The issue seems to be that /data/db/key.db/./WiredTigerLog.0000000006 doesn’t exist – and indeed that filename does not show up anywhere in the log file (WiredTigerLog.0000000005 does) but I do see a file 2023-04-08T18:50:23Z/insightset/key.db/WiredTigerLog.0000000006.zst in the base incremental backup snapshot.

There were some failed incremental backup attempts in between the one I restored and the base.

Any ideas where I should start troubleshooting?

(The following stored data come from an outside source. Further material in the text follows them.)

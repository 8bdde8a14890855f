# Two commands do all set-up on a fresh machine: `make demo` and `make test`.
# The first interpreter that really runs and is 3.11 or 3.12 (fastText has no newer wheel).
PYTHON ?= $(shell for p in python3.11 python3.12 python3; do \
	$$p -c 'import sys; sys.exit(not (3, 11) <= sys.version_info[:2] <= (3, 12))' >/dev/null 2>&1 && { command -v $$p; break; }; done)
VENV := .venv
BIN := $(VENV)/bin
OUT ?= demo-output

.PHONY: demo test venv bench bench-scale clean fuzz

$(BIN)/corpuskit: pyproject.toml
	$(PYTHON) -m venv $(VENV)
	$(BIN)/pip install --quiet --upgrade pip
	$(BIN)/pip install --quiet -e '.[dask,test]'
	touch $@

venv: $(BIN)/corpuskit

demo: venv
	$(BIN)/corpuskit demo --out $(OUT)

# Debian's unicode-data (UCD test files) and chromium (rendering check) are
# installed when missing and apt is usable; tests that need them skip otherwise.
test: venv
	-@sh tests/system-setup.sh
	$(BIN)/python -m pytest -q -p no:cacheprovider

fuzz: venv
	HYPOTHESIS_PROFILE=long $(BIN)/python -m pytest -q -p no:cacheprovider

bench: venv
	$(BIN)/python benchmarks/pipeline.py --mb 10 --pairs 2
	$(BIN)/python benchmarks/normalise.py
	$(BIN)/python benchmarks/dedup.py
	$(BIN)/python benchmarks/langid.py

# Whole runs on generated 20 MB and 200 MB corpora (about an hour on 2 cores; needs ~3 GB of disk).
bench-scale: venv
	$(BIN)/python benchmarks/scale.py

clean:
	rm -rf $(VENV) $(OUT) build *.egg-info
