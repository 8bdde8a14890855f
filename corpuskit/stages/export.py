"""Export: shards, splits, tokenizer, reports, ledger, datasheet and manifest.

Each final partition becomes a cached *piece* on the engine's workers (see
``export_pieces``); this module joins the pieces into the output files and merges their
summaries into the reports, so a re-run rewrites only what changed partitions
contribute.  Documents whose source may not be redistributed go to
``restricted/`` (or are excluded, by recipe) and never to the public shards,
splits or tokenizer.
"""
from __future__ import annotations

import hashlib
import json
import sys
import unicodedata
from collections import Counter, defaultdict
from dataclasses import dataclass, field
from importlib import metadata
from pathlib import Path
from typing import Any, Callable

import numpy as np

from ..ledger import Counts, conservation
from ..config import Checked, param
from ..sheets import csv_text
from ..storage import atomic_write_text, file_sha256, stable_hash
from .. import tokenizer as tok
from .. import transliterate as translit
from .export_pieces import (EMPTY_GZIP, VERSION as PIECES_VERSION, LedgerSettings, LedgerSummary, PieceSettings, ReviewPool,
                      SampleMerger, destination, document_piece_task, join_sections, ledger_piece_task, read_section,
                      shard_groups, unpack_texts)
from . import langid
from .contract import Services
from .split import SPLITS
from .. import audit
from ..audit import PUBLIC_FILES, PUBLIC_PARTS, public_files

__all__ = ["Params", "write_outputs", "destination", "variants_report", "transliteration_report"]

VERSION = "2"
PACKAGES = ("corpuskit", "fasttext-wheel", "numpy", "sentencepiece", "regex", "datasketch", "pandas", "pyarrow",
            "typer", "rich", "ftfy", "matplotlib", "fonttools", "confusable-homoglyphs", "langcodes", "license-expression")


@dataclass(frozen=True)
class Params(Checked):
    restricted: str = param("separate", choices=("separate", "exclude"),
                            help="documents that may not be redistributed: a separate restricted/ folder, or left out")
    vocab_size: int = param(8000, low=50, high=1_000_000, help="requested tokenizer vocabulary size")
    model_type: str = param("unigram", choices=("unigram", "bpe"), help="tokenizer model")
    alpha: float = param(0.3, low=0.0, high=1.0, help="temperature-sampling exponent across dialects")
    dialect_floor: float = param(0.1, low=0, high=1, help="warn when a dialect's share of words is below this")
    medium_floor: float = param(0.05, low=0, high=1, help="warn when a medium's share of words is below this")


def variants_report(types_by_dialect: dict[str, set[str]], rewrites: Counter) -> list[dict]:
    """Per dialect: tokens each table entry or rule rewrote, and word types before and after.

    "Before" adds back the variant forms a table entry removed (``table:variant→canonical``);
    a form that also occurs unrewritten (protected, or outside the entry's scope) was never
    lost.  Forms removed by regular-expression rules cannot be recovered this way, so with
    rules "before" is a lower bound."""
    dialects = set(types_by_dialect) | {dialect for _, dialect in rewrites}
    rows = []
    for dialect in sorted(dialects):
        after = types_by_dialect.get(dialect, set())
        mine = {rule: n for (rule, d), n in rewrites.items() if d == dialect}
        gone = {rule.split(":", 1)[1].split("→")[0].casefold() for rule in mine if rule.startswith("table:")}
        for rule, n in sorted(mine.items()):
            rows.append({"dialect": dialect, "rule": rule, "tokens_rewritten": n, "types_before": "", "types_after": ""})
        rows.append({"dialect": dialect, "rule": "(all)", "tokens_rewritten": sum(mine.values()),
                     "types_before": len(after | gone), "types_after": len(after)})
    return rows


def transliteration_report(recipe, round_trip: Counter) -> list[dict]:
    """Every rule of every table the recipe uses, with whether it reads back, then the
    segments whose transliteration did and did not map back to the original."""
    paths = {f"[stages.script] tables.{k}": v for k, v in recipe.stages["script"].tables.items()}
    paths.update({f"[[sources]] id = '{s.id}' key 'transliterate'": s.transliterate for s in recipe.sources if s.transliterate})
    seen, rows = set(), []
    for where, path in paths.items():
        resolved = recipe.resolve(path, where)
        if resolved in seen:
            continue
        seen.add(resolved)
        rows += translit.rule_report(translit.load_table(resolved))
    for outcome, n in sorted(round_trip.items()):
        rows.append({"table": "(all segments)", "line": "", "from": "", "to": "", "reversible": outcome, "reason": f"{n} segments"})
    return rows


SOURCE_COLUMNS = ["source", "medium", "dialect", "output", "documents in", "documents kept", "segments in", "segments kept"]


def source_counts(recipe, by_source: dict[str, Counter]) -> list[dict]:
    """Per source: what came in (kept plus removed, as the ledger counts it) and what was kept."""
    specs = {s.id: s for s in recipe.sources}
    rows = []
    for sid, c in by_source.items():
        spec = specs.get(sid)
        rows.append({"source": sid, "medium": spec.medium if spec else "", "dialect": (spec.dialect if spec else "") or "mixed",
                     "output": "public" if spec is None or spec.redistributable else "restricted",
                     "documents in": c["documents kept"] + c["documents removed"], "documents kept": c["documents kept"],
                     "segments in": c["segments kept"] + c["segments removed"],
                     "segments kept": c["segments kept"]})
    return rows


def one_split_sources(by_source: dict[str, Counter]) -> list[str]:
    """Public sources whose documents all went to one split while others reach several: typically
    a source that is one long document (a recording, a chat export) with no unit to divide it."""
    splits = {sid: {k[6:] for k, v in c.items() if k.startswith("split:") and v} for sid, c in by_source.items()}
    used = set().union(*splits.values()) if splits else set()
    if len(used) < 2:
        return []
    return [f"source '{sid}': all {by_source[sid][f'split:{next(iter(s))}']} of its documents are in {next(iter(s))}; "
            "the other splits have none of it (give its reader a unit, e.g. options.minutes for subtitles)"
            for sid, s in sorted(splits.items()) if len(s) == 1]


def _orthography(rep: Path, inventory, recipe) -> list[str]:
    """With [corpus] letters set: letters outside the orthography per source (reports/orthography.csv),
    and a warning for each source where they pass 0.5% of its letters."""
    if not recipe.corpus.letters:
        return []
    allowed = set(recipe.corpus.letters.lower())
    rows, totals, outside = [], Counter(), Counter()
    for (source, dialect, script, ch), n in sorted(inventory.chars.items()):
        if not ch.isalpha():
            continue
        totals[source] += n
        if ch.lower() not in allowed and unicodedata.normalize("NFD", ch.lower())[0] not in allowed:
            outside[source] += n
            rows.append({"source": source, "dialect": dialect, "script": script, "letter": ch,
                         "code_point": f"U+{ord(ch):04X}", "count": n})
    atomic_write_text(rep / "orthography.csv", csv_text(rows, ["source", "dialect", "script", "letter", "code_point", "count"]))
    return [f"source '{s}': {n} of {totals[s]} letters are outside [corpus] letters (reports/orthography.csv)"
            for s, n in sorted(outside.items()) if n > 0.005 * totals[s]]


def split_sizes(cells: dict[tuple[str, str], list[int]]) -> list[dict]:
    """Documents and segments per dialect and split, with each split's share of the dialect."""
    totals = Counter()
    for (dialect, _), (n, _) in cells.items():
        totals[dialect] += n
    return [{"dialect": dialect, "split": name, "documents": n, "segments": segs, "share": f"{n / totals[dialect]:.3f}"}
            for (dialect, name), (n, segs) in sorted(cells.items())]


def _langid_report(services: Services) -> dict | None:
    """This run's language-ID report (its classifier's calibration and cross-validation)."""
    key = services.context_keys.get("langid")
    name = langid.report_blob(key) if key is not None else None
    return services.cache.get_json("langid", name) if name and services.cache.has_blob("langid", name) else None


def _langid_threshold(services: Services) -> float | None:
    report = _langid_report(services)
    return report["threshold"]["value"] if report else None


@dataclass
class ExportResult:
    counts: Counts
    conservation: dict
    manifest: dict
    pieces_computed: int
    pieces_reused: int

An additional datapoint that may or may not matter; the missing file is only 859 bytes compressed, but expands to much much larger than that.

-rw-r--r--  1 ops  ops  5242880 Apr  9 03:32 WiredTigerLog.0000000006
-rw-r--r--  1 ops  ops      859 Apr  9 03:32 WiredTigerLog.0000000006.zst

That seems like it would mean that the file is mostly empty, but I don’t know if that’s normal or what.

Hi @Richard_Bateman1

New PBM version 2.1.0 was released on April 18, which supposed to have this issue fixed. However please note that incremental backups made with previous PBM versions are incompatible for the restore with PBM 2.1.0, so it would be required to make new backups. Please try new version and inform if there are any issues.